Hill was selected by the Baltimore Ravens in the fourth round, 113th overall, of the 2019 NFL draft. The Ravens had acquired the pick in a trade that sent quarterback Joe Flacco to the Denver Broncos. In Week 1 of the 2019 season, he made his NFL debut in the Ravens' 59–10 victory over the Miami Dolphins. He had seven carries for 27 yards. In his rookie season, Hill finished with 225 rushing yards and two rushing touchdowns.
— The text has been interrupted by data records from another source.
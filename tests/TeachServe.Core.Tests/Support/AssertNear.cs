using System.Globalization;

namespace TeachServe.Core.Tests.Support;

/// <summary>
/// Tolerance-aware comparisons of doubles. Every check fails on NaN, so a method that silently returns NaN
/// cannot pass. Use <see cref="Decimals"/> or <see cref="SignificantDigits"/> to compare with a value as printed
/// in a paper or a program's output: the tolerance is then half a unit in the last printed digit.
/// </summary>
public static class AssertNear
{
    /// <summary>|actual − expected| ≤ tolerance.</summary>
    public static void Absolute(double expected, double actual, double tolerance, string? what = null)
    {
        if (!(tolerance >= 0))
        {
            throw new ArgumentOutOfRangeException(nameof(tolerance), tolerance, "Must be non-negative.");
        }

        if (!(Math.Abs(actual - expected) <= tolerance) && !(actual == expected))
        {
            Fail(expected, actual, $"absolute tolerance {Format(tolerance)}", what);
        }
    }

    /// <summary>|actual − expected| ≤ relativeTolerance·|expected|.</summary>
    public static void Relative(double expected, double actual, double relativeTolerance, string? what = null)
    {
        if (!(relativeTolerance >= 0))
        {
            throw new ArgumentOutOfRangeException(nameof(relativeTolerance), relativeTolerance, "Must be non-negative.");
        }

        if (!(Math.Abs(actual - expected) <= relativeTolerance * Math.Abs(expected)) && !(actual == expected))
        {
            Fail(expected, actual, $"relative tolerance {Format(relativeTolerance)}", what);
        }
    }

    /// <summary>
    /// <paramref name="expected"/> was printed with <paramref name="decimals"/> digits after the point:
    /// <paramref name="actual"/> must round to it, i.e. lie within half a unit of the last digit.
    /// </summary>
    public static void Decimals(double expected, double actual, int decimals, string? what = null) =>
        Absolute(expected, actual, HalfUnit(-decimals), what);

    /// <summary>
    /// <paramref name="expected"/> was printed with <paramref name="digits"/> significant digits:
    /// <paramref name="actual"/> must lie within half a unit of the last of them.
    /// </summary>
    public static void SignificantDigits(double expected, double actual, int digits, string? what = null)
    {
        if (expected == 0)
        {
            throw new ArgumentOutOfRangeException(nameof(expected), "Zero has no significant digits; use Absolute.");
        }

        var exponent = (int)Math.Floor(Math.Log10(Math.Abs(expected)));
        Absolute(expected, actual, HalfUnit(exponent - digits + 1), what);
    }

    // A hair above half a unit, so that a printed value that is itself the rounding of a tie still passes.
    private static double HalfUnit(int exponent) => 0.5 * Math.Pow(10, exponent) * (1 + 1e-9);

    private static void Fail(double expected, double actual, string rule, string? what)
    {
        var subject = what is null ? string.Empty : what + ": ";
        Assert.Fail($"{subject}expected {Format(expected)}, actual {Format(actual)} " +
                    $"(difference {Format(actual - expected)}, {rule})");
    }

    private static string Format(double x) => x.ToString("R", CultureInfo.InvariantCulture);
}
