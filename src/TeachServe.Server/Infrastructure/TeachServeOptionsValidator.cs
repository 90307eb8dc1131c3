using Microsoft.Extensions.Options;

namespace TeachServe.Server.Infrastructure;

/// <summary>Fails the start with one readable message per misconfigured setting.</summary>
public sealed class TeachServeOptionsValidator : IValidateOptions<TeachServeOptions>
{
    public const int MinAdminKeyLength = 24;

    public ValidateOptionsResult Validate(string? name, TeachServeOptions o)
    {
        var failures = new List<string>();
        void Check(bool ok, string message)
        {
            if (!ok) failures.Add($"{TeachServeOptions.Section}:{message}");
        }

        Check(o.AdminKey is null || o.AdminKey.Length >= MinAdminKeyLength,
            $"AdminKey must be at least {MinAdminKeyLength} characters (or unset, to have one generated).");
        Check(!string.IsNullOrWhiteSpace(o.DataDirectory), "DataDirectory must name a folder.");
        Check(o.SessionIdleTimeout > TimeSpan.Zero, "SessionIdleTimeout must be positive, e.g. \"04:00:00\".");
        Check(o.PublicBaseUrl is null || Uri.TryCreate(o.PublicBaseUrl, UriKind.Absolute, out _),
            "PublicBaseUrl must be an absolute URL such as http://127.0.0.1:5080.");
        Check(o.Database.Provider is DatabaseProviders.Sqlite or DatabaseProviders.Postgres,
            $"Database:Provider must be '{DatabaseProviders.Sqlite}' or '{DatabaseProviders.Postgres}', not '{o.Database.Provider}'.");
        Check(o.Database.Provider != DatabaseProviders.Postgres || !string.IsNullOrWhiteSpace(o.Database.ConnectionString),
            "Database:ConnectionString is required for PostgreSQL.");
        Check(o.RateLimit.PermitLimit > 0, "RateLimit:PermitLimit must be positive.");
        Check(o.RateLimit.Window > TimeSpan.Zero, "RateLimit:Window must be positive.");
        Check(o.Uploads.MaxUploadBytes > 0, "Uploads:MaxUploadBytes must be positive.");
        Check(o.Uploads.MaxItemsPerUpload > 0, "Uploads:MaxItemsPerUpload must be positive.");
        Check(o.Uploads.MaxItemsPerProject >= o.Uploads.MaxItemsPerUpload,
            "Uploads:MaxItemsPerProject must be at least Uploads:MaxItemsPerUpload.");
        Check(o.Webhooks.MaxAttempts is > 0 and <= 100, "Webhooks:MaxAttempts must be between 1 and 100.");
        Check(o.Webhooks.InitialBackoff > TimeSpan.Zero, "Webhooks:InitialBackoff must be positive.");
        Check(o.Webhooks.MaxBackoff >= o.Webhooks.InitialBackoff, "Webhooks:MaxBackoff must be at least Webhooks:InitialBackoff.");
        Check(o.Webhooks.RequestTimeout > TimeSpan.Zero, "Webhooks:RequestTimeout must be positive.");
        Check(o.Webhooks.PollInterval > TimeSpan.Zero, "Webhooks:PollInterval must be positive.");
        Check(o.Compile.InlineMaxItems >= 0, "Compile:InlineMaxItems must not be negative.");

        return failures.Count == 0 ? ValidateOptionsResult.Success : ValidateOptionsResult.Fail(failures);
    }
}
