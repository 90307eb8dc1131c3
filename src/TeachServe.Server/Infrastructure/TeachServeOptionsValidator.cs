using Microsoft.Extensions.Options;

namespace TeachServe.Server.Infrastructure;

/// <summary>Fails the start with one readable message per misconfigured setting.</summary>
public sealed class TeachServeOptionsValidator : IValidateOptions<TeachServeOptions>
{
    public const int MinAdminKeyLength = 24;

    /// <summary>Any key a bearer header can carry whole, and that the key check cannot take for an owner, embed or session key.</summary>
    public static bool AdminKeyFormIsValid(string key) =>
        key.Length >= MinAdminKeyLength && key.Length <= Auth.ApiKeys.MaxLength
        && key.All(c => c is > ' ' and < (char)127)
        && !key.StartsWith(Auth.ApiKeys.OwnerPrefix + ".", StringComparison.Ordinal)
        && !key.StartsWith(Auth.ApiKeys.EmbedPrefix + ".", StringComparison.Ordinal)
        && !key.StartsWith(Auth.ApiKeys.SessionPrefix + ".", StringComparison.Ordinal);

    public ValidateOptionsResult Validate(string? name, TeachServeOptions o)
    {
        var failures = new List<string>();
        void Check(bool ok, string message)
        {
            if (!ok) failures.Add($"{TeachServeOptions.Section}:{message}");
        }

        Check(o.AdminKey is null || AdminKeyFormIsValid(o.AdminKey),
            $"AdminKey must be {MinAdminKeyLength} to {Auth.ApiKeys.MaxLength} printable characters without spaces, and must not begin " +
            $"with another kind of key's prefix ({Auth.ApiKeys.OwnerPrefix}., {Auth.ApiKeys.EmbedPrefix}., {Auth.ApiKeys.SessionPrefix}.); " +
            "any other form works, e.g. the output of `openssl rand -base64 32` (or leave it unset to have one generated).");
        Check(o.AuditKey is null || o.AuditKey.Length >= 16,
            "AuditKey must be at least 16 characters (or unset, to have one generated).");
        Check(!string.IsNullOrWhiteSpace(o.DataDirectory), "DataDirectory must name a folder.");
        Check(o.SessionIdleTimeout > TimeSpan.Zero, "SessionIdleTimeout must be positive, e.g. \"04:00:00\".");
        Check(o.PublicBaseUrl is null || Uri.TryCreate(o.PublicBaseUrl, UriKind.Absolute, out _),
            "PublicBaseUrl must be an absolute URL such as http://127.0.0.1:5080.");
        Check(o.Database.Provider is DatabaseProviders.Sqlite or DatabaseProviders.Postgres,
            $"Database:Provider must be '{DatabaseProviders.Sqlite}' or '{DatabaseProviders.Postgres}', not '{o.Database.Provider}'.");
        Check(o.Database.Provider != DatabaseProviders.Postgres || !string.IsNullOrWhiteSpace(o.Database.ConnectionString),
            "Database:ConnectionString is required for PostgreSQL.");
        Check(o.RateLimit.PermitLimit > 0, "RateLimit:PermitLimit must be positive.");
        Check(o.Webhooks.MaxConcurrentPerDestination > 0 && o.Webhooks.MaxConcurrentDeliveries >= o.Webhooks.MaxConcurrentPerDestination,
            "Webhooks:MaxConcurrentPerDestination must be positive and at most Webhooks:MaxConcurrentDeliveries.");
        Check(o.Webhooks.BreakerFailures > 0 && o.Webhooks.BreakerCooldown > TimeSpan.Zero,
            "Webhooks:BreakerFailures and Webhooks:BreakerCooldown must be positive.");
        Check(o.RateLimit.Window > TimeSpan.Zero, "RateLimit:Window must be positive.");
        Check(o.Uploads.MaxUploadBytes > 0, "Uploads:MaxUploadBytes must be positive.");
        Check(o.Uploads.MaxItemsPerUpload > 0, "Uploads:MaxItemsPerUpload must be positive.");
        Check(o.Uploads.MaxItemsPerProject >= o.Uploads.MaxItemsPerUpload,
            "Uploads:MaxItemsPerProject must be at least Uploads:MaxItemsPerUpload.");
        Check(o.Webhooks.MaxAttempts is > 0 and <= 100, "Webhooks:MaxAttempts must be between 1 and 100.");
        Check(o.Webhooks.InitialBackoff > TimeSpan.Zero, "Webhooks:InitialBackoff must be positive.");
        Check(o.Webhooks.MaxBackoff >= o.Webhooks.InitialBackoff, "Webhooks:MaxBackoff must be at least Webhooks:InitialBackoff.");
        Check(o.Webhooks.RequestTimeout > TimeSpan.Zero, "Webhooks:RequestTimeout must be positive.");
        Check(o.Webhooks.ConnectTimeout > TimeSpan.Zero && o.Webhooks.ConnectTimeout <= o.Webhooks.RequestTimeout,
            "Webhooks:ConnectTimeout must be positive and at most Webhooks:RequestTimeout.");
        Check(o.Webhooks.PollInterval > TimeSpan.Zero, "Webhooks:PollInterval must be positive.");
        Check(o.Media.ConnectTimeout > TimeSpan.Zero && o.Media.ConnectTimeout <= o.Media.Timeout,
            "Media:ConnectTimeout must be positive and at most Media:Timeout.");
        Check(o.Media.Timeout > TimeSpan.Zero && o.Media.Timeout <= TimeSpan.FromMinutes(1), "Media:Timeout must be positive and at most one minute.");
        Check(o.Media.MaxBytes is > 0 and <= 64 * 1024 * 1024, "Media:MaxBytes must be between 1 and 67108864 (64 MiB).");
        Check(o.Compile.InlineMaxItems >= 0, "Compile:InlineMaxItems must not be negative.");
        Check(o.Compile.MaxConcurrent is > 0 and <= 64, "Compile:MaxConcurrent must be between 1 and 64.");
        Check(o.Compile.MaxVersionsPerProject > 0, "Compile:MaxVersionsPerProject must be positive.");
        Check(o.Cache.MaxModelVersions > 0, "Cache:MaxModelVersions must be positive.");
        Check(o.Cache.MaxSessionStates > 0, "Cache:MaxSessionStates must be positive.");
        Check(o.RateLimit.CredentialPermitLimit > 0, "RateLimit:CredentialPermitLimit must be positive.");
        foreach (var proxy in o.ForwardedHeaders.KnownProxies)
            Check(ForwardedHeaderSetup.TryParse(proxy, out _, out _),
                $"ForwardedHeaders:KnownProxies: '{proxy}' is not an IP address or a network such as 10.0.0.0/8.");

        return failures.Count == 0 ? ValidateOptionsResult.Success : ValidateOptionsResult.Fail(failures);
    }
}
On September 6, 2021, Hill tore his Achilles, prematurely ending his season. He was placed on injured reserve on September 8.

On March 17, 2023, Hill signed a two-year contract extension with the Ravens. On September 20, 2024, Hill agreed to a new two–year, $6 million contract extension with Baltimore.
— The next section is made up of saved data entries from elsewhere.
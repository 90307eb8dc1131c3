using System.Diagnostics.CodeAnalysis;
using Microsoft.AspNetCore.Http.HttpResults;

namespace TeachServe.Server.Infrastructure;

/// <summary>
/// What an operation answers: its value, or the problem a client can act on (404, 409, 422, ...), returned rather than
/// thrown. Endpoints turn it into their typed result with <see cref="Answer{TOk}"/>; other callers read
/// <see cref="Value"/> or <see cref="Problem"/> (the console shows its detail and its <c>errors</c> beside the form
/// that caused it). <typeparamref name="T"/> is never a nullable type: <see cref="Succeeded"/> promises a value.
/// </summary>
public readonly struct Outcome<T>
{
    private Outcome(T? value, ProblemHttpResult? problem)
    {
        Value = value;
        Problem = problem;
    }

    public T? Value { get; }

    /// <summary>Null when the operation succeeded.</summary>
    public ProblemHttpResult? Problem { get; }

    [MemberNotNullWhen(true, nameof(Value))]
    [MemberNotNullWhen(false, nameof(Problem))]
    public bool Succeeded => Problem is null;

    public static implicit operator Outcome<T>(T value) => new(value, null);

    public static implicit operator Outcome<T>(ProblemHttpResult problem) => new(default, problem);

    /// <summary>The endpoint's answer: <paramref name="ok"/> of the value, or the problem.</summary>
    public Results<TOk, ProblemHttpResult> Answer<TOk>(Func<T, TOk> ok) where TOk : IResult =>
        Problem is { } problem ? problem : ok(Value!);
}
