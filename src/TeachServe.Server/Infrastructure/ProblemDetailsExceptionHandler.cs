using System.Text.Json;
using Microsoft.AspNetCore.Diagnostics;
using Microsoft.EntityFrameworkCore;

namespace TeachServe.Server.Infrastructure;

/// <summary>
/// The one place where exceptions become responses (built by <see cref="Problems"/>). Operations return the problems a
/// client can act on instead of throwing them; what still arrives here is request-binding failures and concurrency
/// conflicts, which map to 4xx problem details; an unreachable database to 503 with
/// Retry-After; anything else is logged and answered with a generic 500 that carries a trace id but never a
/// stack trace.
/// </summary>
public sealed partial class ProblemDetailsExceptionHandler(
    IProblemDetailsService problemDetails,
    Health.ReadinessProbe readiness,
    ILogger<ProblemDetailsExceptionHandler> logger) : IExceptionHandler
{
    public async ValueTask<bool> TryHandleAsync(HttpContext httpContext, Exception exception, CancellationToken cancellationToken)
    {
        var http = httpContext;
        if (exception is OperationCanceledException && http.RequestAborted.IsCancellationRequested)
        {
            // The client went away; nobody is listening for a body.
            http.Response.StatusCode = 499;
            return true;
        }

        var problem = exception switch
        {
            BadHttpRequestException e => Problems.Details(e.StatusCode, TitleFor(e.StatusCode), ProblemText.Describe(e)),
            JsonException e => Problems.Details(StatusCodes.Status400BadRequest, Problems.Titles.MalformedJson, ProblemText.Describe(e)),
            DbUpdateConcurrencyException => Problems.Details(StatusCodes.Status409Conflict, Problems.Titles.Conflict,
                "The resource was changed by another request; read it again and retry."),
            _ when DatabaseUnavailable.Is(exception) => Problems.Details(StatusCodes.Status503ServiceUnavailable, Problems.Titles.DatabaseUnavailable,
                "The database cannot be reached right now; nothing was changed by this request. Retry shortly."),
            _ => null,
        };
        if (problem?.Status == StatusCodes.Status503ServiceUnavailable)
        {
            readiness.Forget();
            LogDatabaseUnavailable(logger, http.Request.Method, http.Request.Path, exception.GetBaseException().Message);
            http.Response.Headers.RetryAfter = ((int)DatabaseUnavailable.RetryAfter.TotalSeconds).ToString(System.Globalization.CultureInfo.InvariantCulture);
        }
        if (problem is null)
        {
            LogUnhandled(logger, exception, http.Request.Method, http.Request.Path);
            problem = Problems.Details(StatusCodes.Status500InternalServerError, Problems.Titles.ServerError,
                "An unexpected error occurred. The trace id identifies it in the server log.");
        }

        http.Response.StatusCode = problem.Status!.Value;
        return await problemDetails.TryWriteAsync(new ProblemDetailsContext
        {
            HttpContext = http,
            ProblemDetails = problem,
            Exception = exception,
        });
    }

    /// <summary>A request-reading failure is one of three kinds; any other status it carries reads as a bad request.</summary>
    private static string TitleFor(int status) =>
        status is StatusCodes.Status413PayloadTooLarge or StatusCodes.Status415UnsupportedMediaType ? Problems.TitleFor(status) : Problems.Titles.BadRequest;

    [LoggerMessage(Level = LogLevel.Warning, Message = "Database unavailable for {Method} {Path}: {Reason}")]
    private static partial void LogDatabaseUnavailable(ILogger logger, string method, string path, string reason);

    [LoggerMessage(Level = LogLevel.Error, Message = "Unhandled exception for {Method} {Path}")]
    private static partial void LogUnhandled(ILogger logger, Exception exception, string method, string path);
}
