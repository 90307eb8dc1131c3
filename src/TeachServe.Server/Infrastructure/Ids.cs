using System.Security.Cryptography;

namespace TeachServe.Server.Infrastructure;

/// <summary>Public identifiers: a type prefix and lowercase Crockford base32, so they are safe in URLs and keys.</summary>
public static class Ids
{
    private const string Alphabet = "0123456789abcdefghjkmnpqrstvwxyz";
    private static readonly System.Buffers.SearchValues<char> AlphabetValues = System.Buffers.SearchValues.Create(Alphabet);

    public static string NewProjectId() => New("prj_");

    /// <summary>A new random id with <paramref name="prefix"/> (80 random bits).</summary>
    public static string New(string prefix) => prefix + Base32(RandomNumberGenerator.GetBytes(10));

    /// <summary>Time-ordered (48-bit milliseconds, then 80 random bits) so that paging by id follows creation order.</summary>
    public static string NewSessionId(TimeProvider time)
    {
        Span<byte> bytes = stackalloc byte[16];
        var ms = time.GetUtcNow().ToUnixTimeMilliseconds();
        for (var i = 5; i >= 0; i--)
        {
            bytes[i] = (byte)(ms & 0xFF);
            ms >>= 8;
        }
        RandomNumberGenerator.Fill(bytes[6..]);
        return "ses_" + Base32(bytes);
    }

    public static string Base32(ReadOnlySpan<byte> data)
    {
        var chars = new char[(data.Length * 8 + 4) / 5];
        int buffer = 0, bits = 0, n = 0;
        foreach (var b in data)
        {
            buffer = (buffer << 8) | b;
            bits += 8;
            while (bits >= 5)
            {
                chars[n++] = Alphabet[(buffer >> (bits - 5)) & 31];
                bits -= 5;
            }
        }
        if (bits > 0) chars[n++] = Alphabet[(buffer << (5 - bits)) & 31];
        return new string(chars, 0, n);
    }

    /// <summary>Cheap shape check before a database lookup; ids never exceed this length.</summary>
    public static bool LooksLike(string? id, string prefix) =>
        id is { Length: > 4 and <= 40 } && id.StartsWith(prefix, StringComparison.Ordinal)
        && id.AsSpan(prefix.Length).IndexOfAnyExcept(AlphabetValues) < 0;
}
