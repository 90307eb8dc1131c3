using System.Collections.Frozen;
using System.Security.Cryptography;

namespace TeachServe.Server.Infrastructure;

/// <summary>
/// The pages' static files (HTML templates, CSS, ES modules), embedded in the server assembly so a copied binary is
/// complete. Each asset is addressed with its content hash (<c>/assets/annotate.js?v=…</c>), so browsers may cache it
/// for good and still never run a stale copy after an upgrade.
/// </summary>
public static class PageAssets
{
    private const string ResourcePrefix = "TeachServe.Assets.";

    public sealed record Asset(string Name, byte[] Bytes, string ContentType, string Hash);

    private static readonly FrozenDictionary<string, Asset> All = Load();

    public static Asset Get(string name) => All[name];

    public static bool TryGet(string name, out Asset asset) => All.TryGetValue(name, out asset!);

    public static string Text(string name) => System.Text.Encoding.UTF8.GetString(Get(name).Bytes);

    /// <summary>The versioned URL of an asset.</summary>
    public static string Url(string name) => $"/assets/{name}?v={Get(name).Hash}";

    /// <summary>An HTML template with every <c>{{asset.name}}</c> replaced by that asset's versioned URL.</summary>
    public static string Page(string template)
    {
        var html = Text(template);
        foreach (var name in All.Keys) html = html.Replace("{{" + name + "}}", Url(name), StringComparison.Ordinal);
        return html;
    }

    public static IEndpointRouteBuilder MapPageAssets(this IEndpointRouteBuilder app)
    {
        app.MapGet("/assets/{name}", (string name, HttpContext http) =>
        {
            if (!TryGet(name, out var asset) || name.EndsWith(".html", StringComparison.Ordinal)) return Results.NotFound();
            http.Response.Headers.CacheControl = "public, max-age=31536000, immutable";
            http.Response.Headers.XContentTypeOptions = "nosniff";
            return Results.Bytes(asset.Bytes, asset.ContentType);
        }).ExcludeFromDescription();
        return app;
    }

    private static FrozenDictionary<string, Asset> Load()
    {
        var assembly = typeof(PageAssets).Assembly;
        var assets = new Dictionary<string, Asset>(StringComparer.Ordinal);
        foreach (var resource in assembly.GetManifestResourceNames().Where(r => r.StartsWith(ResourcePrefix, StringComparison.Ordinal)))
        {
            using var stream = assembly.GetManifestResourceStream(resource)!;
            using var copy = new MemoryStream();
            stream.CopyTo(copy);
            var bytes = copy.ToArray();
            var name = resource[ResourcePrefix.Length..];
            var type = Path.GetExtension(name) switch
            {
                ".js" => "text/javascript; charset=utf-8",
                ".css" => "text/css; charset=utf-8",
                ".html" => "text/html; charset=utf-8",
                ".svg" => "image/svg+xml",
                _ => "application/octet-stream",
            };
            assets[name] = new Asset(name, bytes, type, Convert.ToHexStringLower(SHA256.HashData(bytes))[..16]);
        }
        return assets.ToFrozenDictionary(StringComparer.Ordinal);
    }
}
Hill began the 2025 season as Baltimore's third-string running back behind Derrick Henry and Keaton Mitchell. In 10 appearances for the team, he recorded 18 carries for 93 yards and two touchdowns; he also logged 21 receptions for 169 yards and one touchdowns. On November 27, 2025, Hill was placed on injured reserve after suffering a neck injury in practice.

Pre-draft measurables
| Height | Weight | Arm length | Hand span | Wingspan | 40-yard dash | 10-yard split | 20-yard split | Vertical jump | Broad jump | Bench press |
| 5 ft 9+5⁄8 in (1.77 m) | 198 lb (90 kg) | 31+5⁄8 in (0.80 m) | 9+1⁄2 in (0.24 m) | 6 ft 2+7⁄8 in (1.90 m) | 4.40 s | 1.48 s | 2.60 s | 40.0 in (1.02 m) | 10 ft 10 in (3.30 m) | 21 reps |
All values from NFL Combine

==NFL career statistics==

Legend
| Bold | Career high |

===Regular season===

| Year | Team | Games |  | Rushing |  |  |  |  | Receiving |  |  |  |  | Fumbles |  |
| GP | GS | Att | Yds | Avg | Lng | TD | Rec | Yds | Avg | Lng | TD | Fum | Lost |
| 2019 | BAL | 16 | 0 | 58 | 225 | 3.9 | 18 | 2 | 8 | 70 | 8.8 | 14 | 0 | 0 | 0 |
| 2020 | BAL | 12 | 0 | 12 | 60 | 5.0 | 19 | 0 | 5 | 20 | 4.0 | 8 | 0 | 0 | 0 |
| 2021 | BAL | 0 | 0 | Did not play due to injury |  |  |  |  |  |  |  |  |  |  |  |
| 2022 | BAL | 15 | 0 | 49 | 262 | 5.3 | 34 | 0 | 12 | 58 | 4.8 | 15 | 0 | 2 | 1 |
| 2023 | BAL | 16 | 5 | 84 | 387 | 4.6 | 41 | 3 | 28 | 206 | 7.4 | 24 | 1 | 1 | 1 |
| 2024 | BAL | 15 | 0 | 47 | 228 | 4.9 | 51 | 1 | 42 | 383 | 9.1 | 27 | 3 | 0 | 0 |
| 2025 | BAL | 10 | 0 | 18 | 93 | 5.2 | 71 | 2 | 21 | 169 | 8.0 | 37 | 1 | 1 | 0 |
| Career |  | 84 | 5 | 268 | 1255 | 4.7 | 71 | 8 | 116 | 906 | 7.8 | 37 | 5 | 4 | 2 |

===Postseason===

| Year | Team | Games |  | Rushing |  |  |  |  | Receiving |  |  |  |  | Fumbles |  |
| GP | GS | Att | Yds | Avg | Lng | TD | Rec | Yds | Avg | Lng | TD | Fum | Lost |
| 2019 | BAL | 1 | 0 | 0 | 0 | 0.0 | — | 0 | 4 | 26 | 6.5 | 14 | 0 | 0 | 0 |
| 2020 | BAL | 2 | 0 | 0 | 0 | 0.0 | — | 0 | 0 | 0 | 0.0 | — | 0 | 0 | 0 |
| 2022 | BAL | 1 | 0 | 0 | 0 | 0.0 | — | 0 | 2 | 10 | 5.0 | 9 | 0 | 0 | 0 |
| 2023 | BAL | 2 | 2 | 16 | 69 | 4.3 | 14 | 0 | 6 | 45 | 7.5 | 11 | 0 | 0 | 0 |
| 2024 | BAL | 2 | 0 | 12 | 62 | 5.2 | 22 | 0 | 6 | 20 | 3.3 | 7 | 1 | 0 | 0 |
| Career |  | 8 | 2 | 28 | 131 | 4.7 | 22 | 0 | 18 | 101 | 5.6 | 14 | 1 | 0 | 0 |

==Personal life==
His brother, Daxton Hill, was selected by the Cincinnati Bengals in the first round of the 2022 NFL draft.